──────── Given data

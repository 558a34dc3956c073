"""The two feeds put together from their parts: everything reaches its place, only the gripped cable is squeezed."""

import functools
import itertools
import math

import pytest

from fabgen.design import feed_layout as layout
from fabgen.design import folded_saddle_sizes as sizes
from fabgen.design.part_fasteners import fastener
from fabgen.design.part_geometry import hexagon_corners_mm
from fabgen.design.part_sizes import feed_block_size, folded_saddle_size, nut_size
from fabgen.design.top_block import TAG_MM
from fabgen.model.kernel import cq, solid_of
from fabgen.model.parts.feed_block import feed_block
from fabgen.model.parts.feed_lid import feed_lid
from fabgen.model.parts.folded_rod import folded_rod
from fabgen.model.parts.folded_saddle import folded_saddle
from fabgen.model.parts.nut import nut
from fabgen.model.parts.rod import rod
from fabgen.model.parts.screw import screw
from fabgen.model.parts.washer import washer

NONE_MM3 = 1e-6
FORWARD = (((0, 1, 0), 90),)
STRAIGHT = [
    {},
    {"boom_width_mm": 25.0, "boom_diameter_mm": 25.0},
    {"rod_diameter_mm": 8.0, "height_mm": 25.0, "boom_width_mm": 30.0, "cable_mm": 10.0, "hole_growth_mm": 0.2},
    {"rod_diameter_mm": 6.0, "gap_mm": 20.0, "boom_width_mm": 50.0, "boom_diameter_mm": 50.0},
    {"rod_diameter_mm": 3.0, "gap_mm": 4.0, "boom_width_mm": 12.0, "cable_mm": 3.0, "height_mm": 14.0},
]
FOLDED = [
    {},
    {"boom_width_mm": 25.0, "boom_diameter_mm": 25.0},
    {"rod_diameter_mm": 8.0, "spacing_mm": 50.0, "height_mm": 20.0, "boom_width_mm": 30.0, "hole_growth_mm": 0.2},
    {"rod_diameter_mm": 3.0, "spacing_mm": 15.0, "gap_mm": 4.0, "boom_width_mm": 12.0, "height_mm": 13.0},
]


def cases(table):
    """The default in the quick suite, the others in the slow one."""
    return [case if case == 0 else pytest.param(case, marks=pytest.mark.slow) for case in range(len(table))]


def at(part, x, y, z, turns=()):
    solid = solid_of(part)
    for axis, angle in turns:
        solid = solid.rotate(cq.Vector(0, 0, 0), cq.Vector(*axis), angle)
    return solid.translate(cq.Vector(x, y, z))


def shared_mm3(first, second):
    return first.intersect(second).Volume()


def column(diameter, x, y, low, high):
    return cq.Solid.makeCylinder(diameter / 2, high - low, cq.Vector(x, y, low))


def boom(size):
    """The boom under the block, holes for its screws left out."""
    if size.boom_diameter_mm:
        radius = size.boom_diameter_mm / 2
        return cq.Solid.makeCylinder(radius, 200, cq.Vector(-100, 0, -radius), cq.Vector(1, 0, 0))
    width = size.boom_width_mm
    return cq.Solid.makeBox(200, width, 20, cq.Vector(-100, -width / 2, -20))


@functools.cache
def straight_parts(case):
    given = STRAIGHT[case]
    size = feed_block_size(**given)
    length = 150.0
    found = {"block": solid_of(feed_block(**given)), "lid": solid_of(feed_lid(**given)), "boom": boom(size)}
    for side, name in ((1, "left"), (-1, "right")):
        half_rod = rod(
            diameter_mm=size.rod_diameter_mm,
            length_mm=length,
            cross_hole_mm=size.rod_hole_mm,
            cross_hole_z_mm=-(length / 2 - size.rod_hole_from_end_mm),
        )
        # Local z turned to ±y, local x upright.
        turns = [((0, 1, 0), 90), ((0, 0, 1), 90 * side)]
        found[f"rod {name}"] = at(half_rod, 0, side * (size.gap_mm / 2 + length / 2), size.height_mm, turns)
        bolt = screw(thread=size.terminal, length_mm=size.terminal_length_mm)
        y = side * size.terminal_y_mm
        found[f"terminal {name}"] = at(bolt, 0, y, size.terminal_head_mm)
        low = size.trap_top_mm - nut_size(thread=size.terminal).height_mm
        found[f"nut {name}"] = at(nut(thread=size.terminal), 0, y, low)
    return size, found


@pytest.mark.parametrize("case", cases(STRAIGHT))
def test_straight_feed_goes_together(case):
    size, parts = straight_parts(case)
    for (a, first), (b, second) in itertools.combinations(parts.items(), 2):
        pair = f"{a} / {b}"
        room = shared_mm3(first, second)
        if "nut" in pair and "terminal" in pair and a.split()[-1] == b.split()[-1]:
            continue  # thread in thread: both are drawn at the thread's diameter and share a face
        assert room < NONE_MM3, pair
    for name in ("left", "right"):
        gap = parts[f"terminal {name}"].distance(parts["block"])
        assert gap == pytest.approx(size.terminal_gap_mm + size.hole_growth_mm / 2, abs=1e-6)


@pytest.mark.parametrize("case", cases(STRAIGHT))
def test_terminals_cross_the_half_rods(case):
    size, parts = straight_parts(case)
    for side, name in ((1, "left"), (-1, "right")):
        centre = parts[f"terminal {name}"].Center()
        assert (centre.x, centre.y) == pytest.approx((0.0, side * size.terminal_y_mm), abs=1e-6)
        # A hole is really there: the undrilled rod would be in the screw's way.
        whole = cq.Solid.makeCylinder(
            size.rod_diameter_mm / 2, 100, cq.Vector(0, side * size.gap_mm / 2, size.height_mm), cq.Vector(0, side, 0)
        )
        assert shared_mm3(whole, parts[f"terminal {name}"]) > 1.0
        assert size.rod_hole_from_end_mm >= 1.5 * size.rod_hole_mm
        beside_hole = (size.rod_diameter_mm - size.rod_hole_mm) / 2
        assert beside_hole > 0.35
    gap = parts["rod left"].distance(parts["rod right"])
    assert gap == pytest.approx(size.gap_mm, abs=1e-6)


@pytest.mark.parametrize("case", cases(STRAIGHT))
def test_every_screw_of_the_straight_feed_can_be_driven(case):
    """Straight access from above with the lid off, as wide as the head; for the nut from below with the boom off."""
    size, parts = straight_parts(case)
    head = size.terminal_fastener.head_diameter_mm + 0.3
    for y in (-size.terminal_y_mm, size.terminal_y_mm):
        assert shared_mm3(column(head, 0, y, size.terminal_head_mm, size.top_mm + 50), parts["block"]) < NONE_MM3
        low = size.trap_top_mm
        socket = column(nut_size(thread=size.terminal).across_flats_mm, 0, y, size.bottom_mm - 5, low)
        assert shared_mm3(socket, parts["block"]) < NONE_MM3
    for x in size.screw_x_mm:
        head = column(size.fastener.head_diameter_mm + 0.4, x, 0, size.seat_mm, size.top_mm + 50)
        shank = column(size.fastener.diameter_mm, x, 0, -30, size.seat_mm)
        for tool in (head, shank):
            assert shared_mm3(tool, parts["block"]) < NONE_MM3
        for name in ("left", "right"):
            assert shared_mm3(head, parts[f"rod {name}"]) < NONE_MM3
        assert size.seat_mm + size.fastener.head_height_mm <= size.height_mm


@pytest.mark.parametrize("case", cases(STRAIGHT))
def test_cable_comes_up_beside_the_boom_and_is_gripped(case):
    size, parts = straight_parts(case)
    x, y = size.cable_at_mm
    cable = column(size.cable_mm, x, y, -60, size.height_mm)
    assert shared_mm3(cable, parts["block"]) < NONE_MM3
    assert shared_mm3(cable, parts["boom"]) < NONE_MM3
    for name in ("left", "right"):
        assert shared_mm3(cable, parts[f"rod {name}"]) < NONE_MM3
    # The lid's wedge takes 15 % of the cable's diameter, along a good part of the slot.
    squeezed = shared_mm3(cable, parts["lid"])
    chord = 2 * (size.cable_mm**2 / 4 - (0.35 * size.cable_mm) ** 2) ** 0.5
    reach = size.height_mm - size.tongue_low_mm - layout.TIP_MM[1]
    assert squeezed > 0.5 * chord * 0.15 * size.cable_mm * reach * 0.6
    without = solid_of(cq.Workplane(parts["lid"])).distance(parts["block"])
    assert without == pytest.approx(0.0, abs=1e-6)


@pytest.mark.parametrize("case", cases(STRAIGHT))
def test_lid_seats_in_the_rabbet_flush(case):
    size, parts = straight_parts(case)
    assert parts["lid"].BoundingBox().zmax == pytest.approx(parts["block"].BoundingBox().zmax, abs=1e-6)
    lifted = parts["lid"].translate(cq.Vector(0, 0, 0.1))
    assert lifted.distance(parts["block"]) > 0.05
    assert shared_mm3(parts["lid"].translate(cq.Vector(0, 0, -0.1)), parts["block"]) > 1.0
    x, y = size.lid_screw_mm
    pan = fastener(size.lid_screw)
    wall = min(size.lid_mm[0] - x, size.lid_mm[1] - y) - size.drawn_mm(pan.clearance_mm) / 2
    assert wall >= 1.2


@pytest.mark.parametrize("case", cases(STRAIGHT))
def test_drain_is_open_beside_the_boom(case):
    size, parts = straight_parts(case)
    x, y = size.drain_at_mm
    stream = column(3.0, x, y, -60, size.height_mm + 3)
    assert shared_mm3(stream, parts["block"]) < NONE_MM3
    assert shared_mm3(stream, parts["boom"]) < NONE_MM3


@pytest.mark.parametrize("case", cases(STRAIGHT))
def test_feed_volumes_are_the_formulas(case):
    size, parts = straight_parts(case)
    assert parts["block"].Volume(1e-6) == pytest.approx(size.volume_mm3, rel=1e-7)
    assert parts["lid"].Volume(1e-6) == pytest.approx(size.lid_volume_mm3, rel=1e-7)


def test_round_cradle_touches_the_boom_on_both_sides():
    _, parts = straight_parts(1)
    assert parts["block"].distance(parts["boom"]) == pytest.approx(0.0, abs=1e-6)
    sunk = parts["block"].translate(cq.Vector(0, 0, -0.05))
    shared = sunk.intersect(parts["boom"])
    sides = {solid.Center().y > 0 for solid in shared.Solids()}
    assert sides == {True, False}


@functools.cache
def folded_parts(case):
    given = FOLDED[case]
    size = folded_saddle_size(**given)
    loop = folded_rod(
        length_mm=320.0,
        spacing_mm=size.spacing_mm,
        diameter_mm=size.rod_diameter_mm,
        gap_mm=size.gap_mm,
        cross_hole_mm=size.rod_hole_mm,
        cross_hole_from_end_mm=size.rod_hole_from_end_mm,
    )
    found = {
        "saddle": solid_of(folded_saddle(**given)),
        "rod": at(loop, 0, 0, size.height_mm),
        "boom": boom(size),
    }
    for side, name in ((1, "left"), (-1, "right")):
        y = side * size.terminal_y_mm
        bolt = screw(thread=size.terminal, length_mm=size.terminal_length_mm)
        under_head = size.rod_diameter_mm / 2 + TAG_MM
        found[f"terminal {name}"] = at(bolt, under_head, y, size.height_mm, FORWARD)
        back = size.trap_front_mm - nut_size(thread=size.terminal).height_mm
        found[f"nut {name}"] = at(nut(thread=size.terminal), back, y, size.height_mm, FORWARD)
    return size, found


@pytest.mark.parametrize("case", cases(FOLDED))
def test_folded_feed_goes_together(case):
    size, parts = folded_parts(case)
    for (a, first), (b, second) in itertools.combinations(parts.items(), 2):
        if "nut" in f"{a}{b}" and "terminal" in f"{a}{b}" and a.split()[-1] == b.split()[-1]:
            continue  # thread in thread: both are drawn at the thread's diameter and share a face
        assert shared_mm3(first, second) < NONE_MM3, f"{a} / {b}"
    for name in ("left", "right"):
        gap = parts[f"terminal {name}"].distance(parts["saddle"])
        assert gap == pytest.approx(size.terminal_gap_mm + size.hole_growth_mm / 2, abs=1e-6)


@pytest.mark.parametrize("case", cases(FOLDED))
def test_bent_rod_goes_in_from_the_front_and_no_other_way(case):
    size, parts = folded_parts(case)
    for step in (0.5, 1.5, size.rod_diameter_mm, 12.0, 25.0):
        assert shared_mm3(parts["rod"].translate(cq.Vector(step, 0, 0)), parts["saddle"]) < NONE_MM3
    assert shared_mm3(parts["rod"].translate(cq.Vector(-1.0, 0, 0)), parts["saddle"]) > 1.0
    assert shared_mm3(parts["rod"].translate(cq.Vector(0, 0, 1.0)), parts["saddle"]) > 1.0
    # Its fed ends meet the rib when it is shifted along y by more than the nominal gap leaves, which is nothing.
    assert shared_mm3(parts["rod"].translate(cq.Vector(0, 0.2, 0)), parts["saddle"]) > 0.1


@pytest.mark.parametrize("case", cases(FOLDED))
def test_washer_holds_the_upper_limb(case):
    size, parts = folded_parts(case)
    ring = at(washer(thread=size.retainer, series="large"), size.rod_diameter_mm / 2, 0, size.retainer_z_mm, FORWARD)
    assert shared_mm3(ring, parts["saddle"]) < NONE_MM3
    assert shared_mm3(ring, parts["rod"]) < NONE_MM3
    assert ring.distance(parts["rod"]) == pytest.approx(size.retainer_gap_mm, abs=1e-6)
    assert size.retainer_gap_mm < 0.3
    assert shared_mm3(parts["rod"].translate(cq.Vector(0.7, 0, 0)), ring) > 0.1


@pytest.mark.parametrize("case", cases(FOLDED))
def test_cable_and_ties_have_room_on_the_folded_saddle(case):
    size, parts = folded_parts(case)
    x, y = size.cable_at_mm
    cable = column(size.cable_mm, x, y, -60, size.height_mm - size.rod_diameter_mm)
    assert shared_mm3(cable, parts["saddle"]) < NONE_MM3
    assert shared_mm3(cable, parts["boom"]) < NONE_MM3
    assert cable.distance(parts["saddle"]) == pytest.approx(0.0, abs=1e-6)
    for tie_y in size.tie_y_mm:
        assert abs(tie_y - y) > size.cable_mm / 2 + 0.9
        for z in size.tie_z_mm:
            tie = cq.Solid.makeBox(60, 1.4, 3.2, cq.Vector(-30, tie_y - 0.7, z - 1.6))
            assert shared_mm3(tie, parts["saddle"]) < NONE_MM3


@pytest.mark.parametrize("case", cases(FOLDED))
def test_every_hold_down_screw_of_the_folded_saddle_can_be_driven(case):
    size, parts = folded_parts(case)
    for x in size.screw_x_mm:
        head = column(size.fastener.head_diameter_mm + 0.4, x, 0, size.seat_mm, size.top_mm + 50)
        shank = column(size.fastener.diameter_mm, x, 0, -30, size.seat_mm)
        for tool, other in itertools.product((head, shank), ("saddle", "rod")):
            assert shared_mm3(tool, parts[other]) < NONE_MM3


@pytest.mark.parametrize("case", cases(FOLDED))
def test_folded_saddle_volume_is_the_formula(case):
    size, parts = folded_parts(case)
    assert parts["saddle"].Volume(1e-6) == pytest.approx(size.volume_mm3, rel=1e-7)


@pytest.mark.parametrize("given", STRAIGHT)
def test_walls_of_the_feed_block(given):
    """No wall under 1.2 mm (common practice), as drawn."""
    size = feed_block_size(**given)
    hold, drain = size.screw_x_mm[1], size.drain_at_mm[1]
    walls = size.walls_mm | {
        "slot to outside": size.half_y_mm - size.slot_y_mm[1],
        "hold-down to outside": size.half_x_mm - hold - size.drawn_mm(size.counterbore_mm) / 2,
        "drain to outside": size.half_y_mm + drain - size.drawn_mm(layout.DRAIN_MM) / 2,
        "under hold-down": size.seat_mm - max(size.bottom_mm, size.roof_mm),
        "pilot to foot": size.lid_seat_mm - layout.PILOT_DEPTH_MM - size.bottom_mm,
    }
    assert {name: wall for name, wall in walls.items() if wall < 1.2 - 1e-9} == {}


@pytest.mark.parametrize("given", FOLDED)
def test_walls_of_the_folded_saddle(given):
    size = folded_saddle_size(**given)
    corner = hexagon_corners_mm(size.trap_flats_mm) / 2
    tie_top = max(size.tie_z_mm) + sizes.TIE_MM[1] / 2
    walls = {
        "rod to nut": -size.bore_mm / 2 - size.trap_front_mm,
        "tie to trap": size.height_mm - corner - tie_top,
        "tie to foot": min(size.tie_z_mm) - sizes.TIE_MM[1] / 2,
        "tie to outside": size.y_mm[1] - size.tie_y_mm[1] - sizes.TIE_MM[0] / 2,
        "trap to outside": -size.y_mm[0] - size.terminal_y_mm - size.trap_flats_mm / 2,
        "slot to retainer": size.retainer_z_mm - size.pilot_mm / 2 - size.upper_mm - size.bore_mm / 2,
        "retainer to top": size.top_mm - size.retainer_z_mm - size.pilot_mm / 2,
        "slot to slot": size.spacing_mm - size.bore_mm / 2 - size.tallest_mm / 2,
        "counterbore to ear": size.ear_y_mm - math.sqrt(0.5) * size.counterbore_mm,
        "under hold-down": size.seat_mm,
    }
    assert {name: wall for name, wall in walls.items() if wall < 1.2 - 1e-9} == {}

────────────────

▶ [Task prompt]: In the listing above, find every line with the word "foot" and copy it.

▶ [Expected answer]:
        "pilot to foot": size.lid_seat_mm - layout.PILOT_DEPTH_MM - size.bottom_mm,
        "tie to foot": min(size.tie_z_mm) - sizes.TIE_MM[1] / 2,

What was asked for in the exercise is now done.